In aerodynamics, there are various categories of drag used to provide a distinctive classification of different types. Due to the depth and complexity often surrounding the aerodynamics of an airfoil, it is necessary to clarify the enforcing drag types present.
Form drag can be defined as the drag created following the departure of airflow (known as the boundary layer) across a surface. The subsequent effects are known as form drag.
The exact amount of form drag created is dependent on the outline of the surface from which it has separated from along with the surface area in which it involves.
Form drag is the product of parasitic drag in which airflow separates from an airfoil or body (a component of the aircraft).
As a result of this, airfoils and sections in which form drag is prone to occur are designed to be as optimal and streamlined as possible.
Form drag may also be referred to as profile drag or pressure drag.
How is Form Drag Produced?
Form drag is produced due to the differential pressure which exists between the pressure flow of an object through the air along with the shape and surfaces of that object. The slimmer and well-rounded shapes create less form drag than that of thicker and uneven surfaces.
The degree of form drag incurred will also depend on the relative wind and speed present across the body passing through the air.
As a result of this outcome, airfoils are designed to be as aerodynamically thin and round-edged where possible. However, it is impossible to eliminate form drag completely due to the subtle or gradual differences in shape and surface area across an airfoil or component.
This is also due to the different levels of pressure experienced across an airfoil or body passing through the air. Various points recorded across a surface will yield different levels and intensities of pressure.
It is essential however that aircraft designers minimize the potential for form drag to occur by creating aerodynamically efficient designs.
Reducing form drag is integral to reducing fuel burn and the overall efficiency of an aircraft. Modern aerospace materials technology has evolved, with major airframe components such as wings and stabilizers now being manufactured from composite materials.
Composite materials provide a durable, lightweight design profile.
As well as the production of form drag, interference drag also occurs due to the combination of airflow streams generated across the body passing through the air and the relative wind direction and speed.
Factors Determining Form Drag
As detailed above, form drag is created across a body which passes through the air. While form drag will always be encountered to some degree, it is greatly minimized by streamlined, aerodynamic design of aircraft components and airfoils.
The factors determining the level of form drag generated include:
Aircraft Fuselage: Being the largest of the 5 main components of the airframe, the aircraft fuselage will naturally produce the most amount of form drag due to its surface area. Fuselage form drag can be reduced by a clean, streamlined design of the aircraft shape. This includes ensuring antennas installed externally on the fuselage are of an aerodynamic shape.
Wings and Horizontal Stabilizer: Both being airfoils, the wings and horizontal stabilizer of the aircraft should be of a suitable aerodynamic design fit for the purpose of the aircraft. For example, a straight wing design is beneficial for low speed, light aircraft while a swept wing is optimal for large commercial aircraft.

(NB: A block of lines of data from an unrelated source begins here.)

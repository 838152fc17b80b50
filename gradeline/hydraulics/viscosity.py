"""Properties of fluids other than water: oils by two viscosities, any liquid by a table, air.

Temperatures are in kelvin. NaN passes through.
"""

from __future__ import annotations

import numpy as np
import numpy.typing as npt

__all__ = ["air_viscosity", "expanded_density", "interpolated_properties", "two_point_viscosity"]

Array = npt.NDArray[np.float64]

#: m²/s: the equation of the standard is stated for these.
_THINNEST, _THICKEST = 0.21e-6, 2e1


def _refuse(wrong: npt.NDArray[np.bool_], values: Array, what: str, rule: str) -> None:
    if wrong.any():
        raise ValueError(f"{what} {rule}: {values[wrong].flat[0]:.6g}")


def _transformed(viscosity: Array) -> Array:
    """Z of ASTM D341: ν in mm²/s + 0.7 + what counts below 2 mm²/s."""
    nu = viscosity * 1e6
    return np.asarray(nu + 0.7 + np.exp(-1.47 - 1.84 * nu - 0.51 * nu**2))


def two_point_viscosity(
    temperature: npt.ArrayLike,
    first_temperature: float,
    first_viscosity: float,
    second_temperature: float,
    second_viscosity: float,
) -> Array:
    """Return the kinematic viscosity of a petroleum liquid from two known ones by ASTM D341.

    Parameters
    ----------
    temperature : array_like
        K, above 0.
    first_temperature : float
        K.
    first_viscosity : float
        At the first temperature, m²/s, from 2.1e-7 to 20.
    second_temperature : float
        K, not the first one.
    second_viscosity : float
        At the second temperature, m²/s; of the two the warmer one is the smaller.

    Returns
    -------
    ndarray
        m²/s; NaN where the equation gives a viscosity below 2.1e-7 m²/s.

    Raises
    ------
    ValueError
        Where a temperature is not above 0, a viscosity out of range, or the warmer one not the smaller.

    Notes
    -----
    log₁₀ log₁₀ Z = A − B log₁₀ T with Z = ν + 0.7 + exp(−1.47 − 1.84 ν − 0.51 ν²), ν in mm²/s. Z is solved for ν by
    Newton's method, so that both given points are met to rounding. Between the points it is as good as they are;
    beyond them it holds for oils without wax or polymer, not below the cloud point.

    References
    ----------
    ASTM D341, Standard Practice for Viscosity-Temperature Equations and Charts for Liquid Petroleum Products (from
    memory; held against a handbook's table of an engine oil in the tests).

    Examples
    --------
    >>> nu = two_point_viscosity([293.15, 313.15, 373.15], 313.15, 46e-6, 373.15, 6.8e-6)
    >>> print((1e6 * nu).round(2))
    [133.84  46.     6.8 ]
    """
    kelvin = np.asarray(temperature, dtype=np.float64)
    ends, given = (
        np.array([first_temperature, second_temperature]),
        np.array([first_viscosity, second_viscosity]),
    )
    _refuse(kelvin <= 0, kelvin, "the temperature", "must be above 0 K")
    _refuse(ends <= 0, ends, "the temperature of a given viscosity", "must be above 0 K")
    _refuse(
        ~((given >= _THINNEST) & (given <= _THICKEST)),
        given,
        "a given viscosity",
        "lies outside 2.1e-7 to 20 m2/s",
    )
    if not (ends[1] - ends[0]) * (given[1] - given[0]) < 0:
        raise ValueError("of two viscosities the warmer one must be the smaller")
    high, low = np.log10(np.log10(_transformed(given)))
    slope = (high - low) / np.log10(ends[1] / ends[0])
    with np.errstate(over="ignore"):
        z = 10.0 ** (10.0 ** (high - slope * np.log10(kelvin / ends[0])))
    z = np.where(np.isfinite(z) & (z >= _transformed(np.array(_THINNEST))), z, np.nan)
    nu = np.maximum(z - 0.7, _THINNEST * 1e6)
    for _ in range(60):
        more = np.exp(-1.47 - 1.84 * nu - 0.51 * nu**2)
        step = (nu + 0.7 + more - z) / (1.0 - (1.84 + 1.02 * nu) * more)
        nu = np.maximum(nu - step, 0.5 * nu)
        if not (np.abs(step) > 1e-14 * nu).any():
            break
    return np.asarray(nu * 1e-6)


def interpolated_properties(
    temperature: npt.ArrayLike,
    table_temperature: npt.ArrayLike,
    table_density: npt.ArrayLike,
    table_viscosity: npt.ArrayLike,
) -> tuple[Array, Array]:
    """Return density and kinematic viscosity between the entries of a table.

    Parameters
    ----------
    temperature : array_like
        K, within the table.
    table_temperature : (n,) array_like
        K, strictly rising, two entries at least.
    table_density : (n,) array_like
        kg/m³, above 0.
    table_viscosity : (n,) array_like
        Kinematic, m²/s, above 0.

    Returns
    -------
    density, viscosity : ndarray
        kg/m³ and m²/s.

    Raises
    ------
    ValueError
        Where a temperature lies outside the table, or the table does not rise or has a value that is not above 0.

    Notes
    -----
    The density and ln ν follow a monotone cubic: no wave between two entries that the entries do not show.

    References
    ----------
    F. N. Fritsch, J. Butland, SIAM J. Sci. Stat. Comput. 5 (1984) 300–304, by `scipy.interpolate.PchipInterpolator`.

    Examples
    --------
    >>> density, viscosity = interpolated_properties(300.0, [290, 310], [880, 868], [80e-6, 20e-6])
    >>> print(density.round(6), (1e6 * viscosity).round(6))
    874.0 40.0
    """
    from scipy.interpolate import PchipInterpolator  # noqa: PLC0415 (loaded when asked for: start-up time)

    kelvin = np.asarray(temperature, dtype=np.float64)
    at, rho, nu = (
        np.asarray(one, dtype=np.float64) for one in (table_temperature, table_density, table_viscosity)
    )
    if at.ndim != 1 or len(at) < 2 or not (np.diff(at) > 0).all():
        raise ValueError("the temperatures of the table must rise, with two entries at least")
    _refuse(~(rho > 0), rho, "a density of the table", "must be above 0 kg/m3")
    _refuse(~(nu > 0), nu, "a viscosity of the table", "must be above 0 m2/s")
    _refuse(
        (kelvin < at[0]) | (kelvin > at[-1]),
        kelvin,
        "the temperature",
        f"lies outside the table, {at[0]:g} to {at[-1]:g} K",
    )
    known = np.isfinite(kelvin)
    safe = np.where(known, kelvin, at[0])
    density, log_viscosity = PchipInterpolator(at, rho)(safe), PchipInterpolator(at, np.log(nu))(safe)
    return np.where(known, density, np.nan), np.where(known, np.exp(log_viscosity), np.nan)


def expanded_density(
    temperature: npt.ArrayLike, density: npt.ArrayLike, at: float, expansion: npt.ArrayLike
) -> Array:
    """Return a density at another temperature by the coefficient of cubic expansion.

    Parameters
    ----------
    temperature : array_like
        K.
    density : array_like
        At the temperature `at`, kg/m³.
    at : float
        K.
    expansion : array_like
        Coefficient of cubic expansion, 1/K.

    Returns
    -------
    ndarray
        ρ/(1 + β (T − T₀)), kg/m³.

    References
    ----------
    The definition of the mean coefficient: V = V₀ (1 + β (T − T₀)).

    Examples
    --------
    >>> print(expanded_density(303.15, 868.0, 288.15, 0.0007).round(2))
    858.98
    """
    warmer = np.asarray(temperature, dtype=np.float64) - at
    return np.asarray(np.asarray(density) / (1.0 + np.asarray(expansion) * warmer))


def air_viscosity(temperature: npt.ArrayLike) -> Array:
    """Return the dynamic viscosity of air by Sutherland's formula.

    Parameters
    ----------
    temperature : array_like
        K, from 170 to 1900.

    Returns
    -------
    ndarray
        Pa s; it does not depend on the pressure at a few bar, and falls by less than 0.5 % in humid air at 20 °C.

    Raises
    ------
    ValueError
        Where a temperature is out of range.

    References
    ----------
    U.S. Standard Atmosphere, 1976: μ = 1.458e-6 T^1.5/(T + 110.4) (from memory; its value at 288.15 K is held in the
    tests).

    Examples
    --------
    >>> print(f"{air_viscosity(288.15):.4e}")
    1.7894e-05
    """
    kelvin = np.asarray(temperature, dtype=np.float64)
    _refuse(
        (kelvin < 170.0) | (kelvin > 1900.0), kelvin, "the temperature of air", "lies outside 170 to 1900 K"
    )
    return np.asarray(1.458e-6 * kelvin**1.5 / (kelvin + 110.4))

The specific role of an aircraft (civilian, military, GA etc) along with performance specifications associated with each will determine which wing is best suited for the intended purpose. In these designs, considerations in relation to drag are also taken into account.
Joint/Cross-Sections of the Fuselage: At the sections which join major airframe components such as the wings, fuselage, stabilizers, engines and landing gear, there is susceptibility for drag to be generated. A wing box, also known as a torque box is a primary structural component which provides structural integrity to the wings of fixed wing aircraft.
With this design, induced and form drag are minimized due to direct integration of the wings to the fuselage of the aircraft via the torque box.
However, there is always still some degree of form drag incurred.